If you’re home during the inspection you get the results immediately after. This allows you to hear it straight from the roofer with any pictures or videos they took from up top. This face-to-face communication makes it easier for both parties to communicate any damage and what might need to be repaired.

4. Go Over Insurance Claims

One of the trickiest parts of roof replacements is dealing with insurance and making a claim. If you’re home during the inspection you can use your roofer as a resource to learn more about the extent of your damage, whether or not you should file a claim, and what you should expect in costs of repairs. 

A helpful roofer will also help talk you through the insurance claim process and answer any questions you may have.

5. You Can Meet Your Roofer

Don’t you want to know the type of person you’re going to be working with? If you’re home during the inspection you get to meet your roofer face-to-face to see if they’re the type of person you want working on something as important as your home. This is probably the most important reason that you should be home during an inspection.

Are they on time? Courteous? Honest? Professional? Communicative? Can you trust them? You should know all of these things about your roofer before you continue working with them and the best way to do that is to meet them in person. 

 

Do Roofers Charge for a Roof Inspection?

 

It should be an easy answer, but unfortunately, it depends. By and large, most roofers will inspect your roof for free. However, there are exceptions to the rule depending on a few factors:

1. Consider The Market You Live in

Do you live in a retail market or more of a storm market? In a retail market, there is not much storm activity, which means not much reason to do roof repairs, and contractor competition is relatively low. Therefore, these roofers may feel justified to charge for an inspection. 

However, if you live in a storm market, which is an area that gets a lot of storm activity, including tornadoes, hail, and strong winds, there is likely a higher need for roofing work and therefore, more competition, which can result in more free inspections. 

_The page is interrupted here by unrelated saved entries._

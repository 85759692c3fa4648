package engine

import (
	"encoding/json"
	"sync"
	"testing"
	"time"

	"github.com/deadspace-fhir/deadspace/api/engine/enginetest"
	"github.com/deadspace-fhir/deadspace/api/store"
	"github.com/deadspace-fhir/deadspace/api/store/boltstore"
	"github.com/deadspace-fhir/deadspace/derive"
	"github.com/deadspace-fhir/deadspace/fhir/decode"
)

// offsetClock runs with real time and can be stepped, as a host's wall
// clock is.
type offsetClock struct {
	mu     sync.Mutex
	offset time.Duration
}

func (c *offsetClock) now() time.Time {
	c.mu.Lock()
	defer c.mu.Unlock()
	return time.Now().Add(c.offset)
}

func (c *offsetClock) step(d time.Duration) {
	c.mu.Lock()
	c.offset += d
	c.mu.Unlock()
}

// New data waits the settle before its patient is evaluated; a wall clock
// stepped back meanwhile must not hold the evaluation back by the step.
func TestSettleIsNotHeldBackByAClockSteppedBack(t *testing.T) {
	t.Parallel()
	for _, step := range []time.Duration{-time.Hour, -10 * time.Minute, -30 * time.Second} {
		t.Run(step.String(), func(t *testing.T) {
			t.Parallel()
			clock := &offsetClock{}
			eng, err := New(Config{Store: enginetest.OpenStore(t, boltstore.Options{NoSync: true}), Decoder: decode.New(decode.Options{}),
				Encoder: enginetest.Encoder(t), Derive: derive.DefaultConfig(), Now: clock.now, Settle: 300 * time.Millisecond})
			if err != nil {
				t.Fatal(err)
			}
			at := time.Now().UTC().Truncate(time.Minute).Add(-time.Hour)
			if _, err := eng.Ingest(t.Context(), "test", []json.RawMessage{readingOf("Patient/cs-1", "g1", "2019-8", "mm[Hg]", 42, at)}); err != nil {
				t.Fatal(err)
			}
			clock.step(step)
			run(t, eng)
			deadline := time.Now().Add(15 * time.Second)
			for {
				h, err := eng.Health(t.Context())
				if err != nil {
					t.Fatal(err)
				}
				if h.Stats.DirtyPatients == 0 {
					return
				}
				if time.Now().After(deadline) {
					t.Fatalf("15 s after the clock was stepped %v, the patient still waits for a settle of 300 ms", step)
				}
				time.Sleep(20 * time.Millisecond)
			}
		})
	}
}

// A write waits for its stored time or, when this process scheduled it,
// until its wait is over by the monotonic clock, whichever comes first; a
// stored time further ahead than any wait the writer sets is due at once.
func TestRetryDue(t *testing.T) {
	t.Parallel()
	now := time.Date(2026, 3, 1, 8, 0, 0, 0, time.UTC)
	cases := []struct {
		name      string
		notBefore time.Duration // stored, from now
		scheduled time.Duration // the monotonic wait left (0: not scheduled here)
		attempts  int           // the attempts noted when scheduled
		waits     bool
	}{
		{"due by the stored time", -time.Second, 0, 0, false},
		{"waiting by the stored time", time.Minute, 0, 0, true},
		{"a stored time beyond every wait", maxRetryWait + time.Minute, 0, 0, false},
		{"the longest wait", maxRetryWait, 0, 0, true},
		{"waiting by both clocks", time.Hour / 6, time.Minute, 1, true},
		{"over by the monotonic clock", 10 * time.Minute, -time.Millisecond, 1, false},
		{"over by the stored time", -time.Second, time.Minute, 1, false},
		{"scheduled for another attempt", 10 * time.Minute, -time.Millisecond, 2, true},
	}
	for _, c := range cases {
		t.Run(c.name, func(t *testing.T) {
			var r retryDue
			w := store.Write{ID: 7, Attempts: 1, NotBefore: now.Add(c.notBefore)}
			if c.attempts > 0 {
				r.scheduled(w.ID, c.attempts, c.scheduled)
			}
			if got := r.waits(w, now); got != c.waits {
				t.Errorf("waits = %v, want %v", got, c.waits)
			}
		})
	}
	var r retryDue
	r.scheduled(1, 1, time.Minute)
	r.scheduled(2, 1, time.Minute)
	r.keep([]store.Write{{ID: 2}})
	if _, ok := r.due[1]; ok || len(r.due) != 1 {
		t.Errorf("after keep: %v, want only write 2", r.due)
	}
}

2. House Inspections When Buying a Home

If you are trying to buy a home and the home inspector has identified problems with the roof, his inspection report may indicate to get a licensed and qualified roofing contractor to inspect it. 

However, the catch is that usually 95% to 99% of the time in a real estate transaction, when there are issues with the roof, the seller is the one getting the roofer and not the buyer. The implication of that is that the roofing contractor who is coming to inspect the house for the buyer has a minimal chance of actually getting any work out of it; therefore, he may charge for the inspection. 

3. Outside of Normal Service Areas

If you live outside the roofer's normal service area and the roofer has to travel a great distance to inspect your roof, they may charge you for that inspection.

At Homestead Roofing, we typically do not charge for an inspection within our service area, but if a situation comes up where we do need to charge for an inspection, and there is work that needs to be done as a result of that inspection, we credit the inspection fee toward the cost of repairs.